A Blog Upon The Deep
I’ve been eying the practice of picking a random passage from a book as a writing prompt with a fair bit of suspicion, for a couple of reasons: First off, it seems to lead into very uncomfortable and earnest topics a lot of time (which is good, but aversive). Also, I have just a handful of English books on my shelves. While my reading habit consists mostly of English books, those are ebooks, and are not great for picking a random passage. You can do it, of course, but it’s not the same. Today I was looking at my list of topics and really really did not want to touch any of them, so I got over myself, picked the closest English book, opened it at a random location, and found this passage:
There were five thousand books in the library there, the experience of all history and all the world! His own notebooks became a library in themselves. Yet still the packs at the university had no time for him. His outline for a summation of natural history was rejected by all the stationers, though he paid to have small parts of it published. It was clear that success in the world of action was necessary before his ideas could get the attention they deserved, hence his spy mission.

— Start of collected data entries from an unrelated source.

package daemon

import (
	"fmt"
	"math/rand/v2"
	"testing"
	"time"

	"github.com/nats-io/nats.go"

	"lariat/config"
	"lariat/daemon/record"
	"lariat/sink"
	"lariat/sink/natstest"
)

// TestGuardOverNATS is the wiring of the plausibility guard through a
// running daemon and its embedded NATS server: a model warmed with 300
// ordinary records gets one wild value (1e29) and one value outside its
// configured bounds; each is counted under its reason
// (lariat_records_rejected_total), republished on lariat.reject.<model>
// with the reason header and the original bytes, and leaves the ladder bit
// for bit as it was; an ordinary record after them is accepted and the
// model publishes it.
func TestGuardOverNATS(t *testing.T) {
	m := testModel("guard-bus", "test.guard.bus", config.LossSquared)
	m.Guard.Bounds = []config.Bound{{Feature: "c", Min: config.Limit{V: 0, Set: true}}}
	td := startDaemon(t, testConfig(t, m), withoutIdle())
	nc := connect(t, td.NATSURL())
	rejects := make(chan *nats.Msg, 8)
	if _, err := nc.ChanSubscribe("lariat.reject.guard-bus", rejects); err != nil {
		t.Fatal(err)
	}
	nc.Flush()
	natstest.WaitFor(t, 10*time.Second, td.Ready)
	rng := rand.New(rand.NewPCG(5, 5))
	for range 300 {
		a, b := 10+rng.NormFloat64(), rng.NormFloat64()
		msg := fmt.Appendf(nil, `{"y":%g,"x":{"a":%g,"b":%g,"c":%g}}`, 2*a-b+rng.NormFloat64(), a, b, 1+rng.Float64())
		if err := nc.Publish(m.Subject, msg); err != nil {
			t.Fatal(err)
		}
	}
	nc.Flush()
	accepted := func(n float64) func() error {
		return func() error {
			if got := metricValue(t, td.Daemon, "lariat_records_accepted_total", map[string]string{"model": m.Name}); got != n {
				return fmt.Errorf("accepted %v, want %v", got, n)
			}
			return nil
		}
	}
	natstest.WaitFor(t, 10*time.Second, accepted(300))
	w := td.byName[m.Name]
	for _, tc := range []struct{ body, reason string }{
		{`{"y":20,"x":{"a":1e29,"b":0,"c":1}}`, record.ReasonImplausible},
		{`{"y":20,"x":{"a":10,"b":0,"c":-1}}`, record.ReasonOutOfRange},
	} {
		prev := snapshotLadder(t, w)
		labels := map[string]string{"model": m.Name, "reason": tc.reason}
		n0 := metricValue(t, td.Daemon, "lariat_records_rejected_total", labels)
		if err := nc.Publish(m.Subject, []byte(tc.body)); err != nil {
			t.Fatal(err)
		}
		nc.Flush()
		select {
		case msg := <-rejects:
			if got := msg.Header.Get(sink.HeaderReason); got != tc.reason {
				t.Errorf("reason header %q, want %q (detail %q)", got, tc.reason, msg.Header.Get(sink.HeaderDetail))
			}
			if string(msg.Data) != tc.body {
				t.Errorf("body %q, want %q", msg.Data, tc.body)
			}
		case <-time.After(5 * time.Second):
			t.Fatalf("%s: no reject message", tc.reason)
		}
		natstest.WaitFor(t, 5*time.Second, func() error {
			if got := metricValue(t, td.Daemon, "lariat_records_rejected_total", labels); got != n0+1 {
				return fmt.Errorf("rejected{%s} = %v, want %v", tc.reason, got, n0+1)
			}
			return nil
		})
		if err := sameBits(prev, snapshotLadder(t, w)); err != nil {
			t.Errorf("%s: ladder changed: %v", tc.reason, err)
		}
	}
	v0 := metricValue(t, td.Daemon, "lariat_model_version", map[string]string{"model": m.Name})
	if err := nc.Publish(m.Subject, []byte(`{"y":20,"x":{"a":10,"b":0,"c":1}}`)); err != nil {
		t.Fatal(err)
	}
	nc.Flush()
	natstest.WaitFor(t, 10*time.Second, accepted(301))
	natstest.WaitFor(t, 10*time.Second, func() error {
		if v := metricValue(t, td.Daemon, "lariat_model_version", map[string]string{"model": m.Name}); v <= v0 {
			return fmt.Errorf("version %v, still %v", v, v0)
		}
		return nil
	})
}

A Fire Upon The Deep, Vernor Vinge
This is about Scriber Jaqueramaphan, a dedicated researcher and scientist (and a pompous nerd), who can absolutely not stop reading and learning and writing and spitballing ideas. He collects and remixes ideas with an earnest fervour that is a bit cringeworthy, but also super useful and thorough (and oh so relatable).
Notebooks, eh? Alright, let’s talk about notebooks. This blog started out by recommendation of David. I used it a lot initially in March, less in April, and then kind of stopped in May. I’m going to give regular writing another go for a bit, for a couple of reasons that David explains in his guide to starting a regular writing practice: Writing can be enjoyable, and as a nice side effect improves communication skills, provides a place to think and notice connections between thoughts, and people might even like what I write.

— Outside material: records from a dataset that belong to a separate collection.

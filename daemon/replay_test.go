package daemon

import (
	"bufio"
	"bytes"
	"fmt"
	"os"
	"testing"
	"time"

	"lariat/config"
	"lariat/daemon/replay"
	"lariat/online"
	"lariat/sink/natstest"
)

// TestReplayMatchesDaemon publishes the bundled recording on a model's
// subject with core intake and no idle steps, and checks that lariat
// replay's pipeline ends with the same ladder, bit for bit: the two run
// the same code on the same records (with "t", so the same cooldown clock).
func TestReplayMatchesDaemon(t *testing.T) {
	if testing.Short() {
		t.Skip("publishes 6000 records")
	}
	const file = "../testdata/demo-stream.jsonl"
	demo, err := config.Demo()
	if err != nil {
		t.Fatal(err)
	}
	dm, ok := demo.Model("bearing-temp")
	if !ok {
		t.Fatal("no bearing-temp in the demo configuration")
	}
	m := *dm
	m.Subject = "replay.bearing"
	m.Window.Records = 2000
	m.Queue = 8192 // more than the recording: core intake never overflows
	cfg := testConfigMode(t, config.IntakeCore, m)
	td := startDaemon(t, cfg, withoutIdle())

	lines := readLines(t, file)
	nc := connect(t, td.NATSURL())
	for _, l := range lines {
		if err := nc.Publish(m.Subject, l); err != nil {
			t.Fatal(err)
		}
	}
	if err := nc.Flush(); err != nil {
		t.Fatal(err)
	}
	natstest.WaitFor(t, 60*time.Second, func() error {
		if n, _ := applied(t, td, m.Name); n < uint64(len(lines)) {
			return fmt.Errorf("applied %d of %d", n, len(lines))
		}
		return nil
	})

	res, err := replay.Run(file, replay.Options{Model: &cfg.Models[0]})
	if err != nil {
		t.Fatal(err)
	}
	if res.Applied != len(lines) || res.Rejected != 0 {
		t.Fatalf("replay applied %d, rejected %d of %d", res.Applied, res.Rejected, len(lines))
	}
	l := res.Pipeline().Ladder()
	var want []online.Model
	for i := range l.Size() {
		want = append(want, l.Model(i))
	}
	w := td.byName[m.Name]
	if err := sameBits(snapshotLadder(t, w), want); err != nil {
		t.Fatalf("daemon and replay differ: %v", err)
	}
	var cur int
	w.exec(func() { cur = w.pipe.Current() })
	if cur != res.Pipeline().Current() {
		t.Errorf("λ* index: daemon %d, replay %d", cur, res.Pipeline().Current())
	}
}

// readLines returns the file's non-empty lines.
func readLines(t *testing.T, file string) [][]byte {
	t.Helper()
	f, err := os.Open(file)
	if err != nil {
		t.Fatal(err)
	}
	defer f.Close()
	var out [][]byte
	sc := bufio.NewScanner(f)
	sc.Buffer(nil, 1<<20)
	for sc.Scan() {
		if b := bytes.TrimSpace(sc.Bytes()); len(b) > 0 {
			out = append(out, bytes.Clone(b))
		}
	}
	if err := sc.Err(); err != nil {
		t.Fatal(err)
	}
	return out
}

The last part was kinda-somewhat the reason I stopped writing. Initially, I wrote down a bunch of random observations and thoughts, and that went pretty well. Practice improved my writing a bit, and my access to opinions a lot, and I wrote On Compliments and You Are Not Special, which a couple of people liked a lot. People liking my writing feels extremely good, and I certainly wanted more of that.
Never mind that the goal of this blog was to practice writing without any pressure to perform, without too much thought about who might read it. And this pressure asserted itself, until I started putting off posts. I just wanted to flesh them out a bit, polish them, maybe develop my thoughts a bit more … I knew what was happening, but I didn’t have the spoons to reframe the writing process at the time.
The main motivator to get out of this mindset turns out to be notebook/practice blogs by other people. I read many of these (and even adopted the official Notebook Blog Cult Skin), and I enjoy them a lot, no matter how polished or unpolished a particular entry may be. I love getting to see what other people think, how they think, what their model(s) of mind are. It’s deeply fascinating what’s important to them, what they gloss over, what they decide to share, and how they share these things. Sometimes ideas migrate between blogs, and sometimes you can follow the traces down a barely-visible hyperlink track. And it feels a bit unfair of me to just consume without sharing my thoughts myself, so here we are.
If you feel motivated too, go ahead and read David’s post and get started. If you want to contribute to my motivation, add yourself to my list of notebook blogs that I started the other day!
Unable to come up with a good ending, I consulted A Fire Upon The Deep a second time, and again the first passage I found was a perfect fit:
And so it went. Tens of thousands of messages, hundreds of points of view.